Moving forward, Abbott said that TIRR Memorial Hermann is continuing its focus on innovation and breakthroughs in rehabilitation—identifying ways in which they can fill gaps but also continue to excel in patient care and outcomes.
“Our role is to constantly evaluate the best interventions for patients in rehabilitation and leverage our four pillars—advocacy, research, excellence in clinical care, and education—to further outcomes,” Abbott said. “The outcomes are really what it is all about for our patients, so we are constantly evaluating ways to improve the care we provide every day. We want to leverage research, create evidence-based practices, disseminate those through education and infuse them into our clinical care so that we can have these amazing outcomes—all the while advocating for our patients and any individual with disabilities.”
Abbott said that focus on advocacy continues to drive TIRR Memorial Hermann’s efforts.

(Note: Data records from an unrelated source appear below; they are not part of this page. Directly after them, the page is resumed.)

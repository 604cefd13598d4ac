package io.github.gammawright.emission;

import io.github.gammawright.graph.Instruction;
import io.github.gammawright.graph.StraightLineProgram;
import java.util.ArrayList;
import java.util.HashMap;
import java.util.LinkedHashSet;
import java.util.List;
import java.util.Map;
import java.util.Set;

/**
 * A computation that is to be written as one or several private methods.
 *
 * @param program what is computed
 * @param inlining which values are variables
 * @param values their names
 * @param statements in order
 * @param arrays what the statements write to; a statement's array number refers to this list
 */
record Body(
        StraightLineProgram program,
        Inlining inlining,
        ValueNames values,
        List<Statement> statements,
        List<ArrayTarget> arrays) {

    Body {
        statements = List.copyOf(statements);
        arrays = List.copyOf(arrays);
    }

    boolean isVariable(int value) {
        return inlining.variables().get(value);
    }

    /** Whether a value is among the inputs of the body, which its methods get as arguments. */
    boolean isInput(int value) {
        return program.instruction(value) instanceof Instruction.Load load
                && !load.symbol().isParameter();
    }

    /** The value of a statement, −1 for one without. */
    static int valueOf(Statement statement) {
        if (statement instanceof Statement.Define define) {
            return define.value();
        }
        return statement instanceof Statement.Store store ? store.value() : -1;
    }

    /** The variables and inputs that a statement reads, each once. */
    List<Integer> reads(Statement statement) {
        Set<Integer> reads = new LinkedHashSet<>();
        int value = valueOf(statement);
        if (statement instanceof Statement.Define) {
            program.instruction(value).operands().forEach(operand -> collect(operand, reads));
        } else if (value >= 0) {
            collect(value, reads);
        }
        return List.copyOf(reads);
    }

    private void collect(int value, Set<Integer> reads) {
        if (isVariable(value) || isInput(value)) {
            reads.add(value);
        } else if (!values.isGiven(value)) {
            program.instruction(value).operands().forEach(operand -> collect(operand, reads));
        }
    }

    /** The same with the zeros at the end, so that their entries may serve as memory before. */
    Body withZerosLast() {
        List<Statement> sorted = new ArrayList<>();
        statements.stream().filter(s -> !(s instanceof Statement.Zero)).forEach(sorted::add);
        statements.stream().filter(s -> s instanceof Statement.Zero).forEach(sorted::add);
        return new Body(program, inlining, values, sorted, arrays);
    }

    /**
     * The same with each variable written into one entry only, and copied from there into the others at the end: a
     * little more work, and more entries that may serve as memory before.
     */
    Body withCopiesLast() {
        List<Statement> first = new ArrayList<>();
        List<Statement> last = new ArrayList<>();
        Map<Integer, Statement.Store> stored = new HashMap<>();
        for (Statement statement : statements) {
            if (statement instanceof Statement.Store store && isVariable(store.value())) {
                Statement.Store origin = stored.putIfAbsent(store.value(), store);
                if (origin == null) {
                    first.add(store);
                } else {
                    last.add(new Statement.Copy(store.array(), store.slot(), origin.array(), origin.slot()));
                }
            } else {
                first.add(statement);
            }
        }
        first.addAll(last);
        return new Body(program, inlining, values, first, arrays).withZerosLast();
    }
}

“We want to increase access to our level of care and rehabilitation services and break down barriers so that we can empower and enable members of our community to seek the rehabilitation care they need—be it from COVID-19, a stroke, or a traumatic injury,” Abbott said. “It is all part of Memorial Hermann’s vision to create healthier communities, now and for generations to come.”
Ultimately, Abbott added, that is what it is all about.
“I am so proud of our program and everyone who contributes to it, including our patients like Ms. Slovak,” Abbott said. “That is why we recognize National Rehabilitation Awareness Week—we want to celebrate our patients and how far they have come, and give others the opportunity for that progress as well. Their victories are our victories.”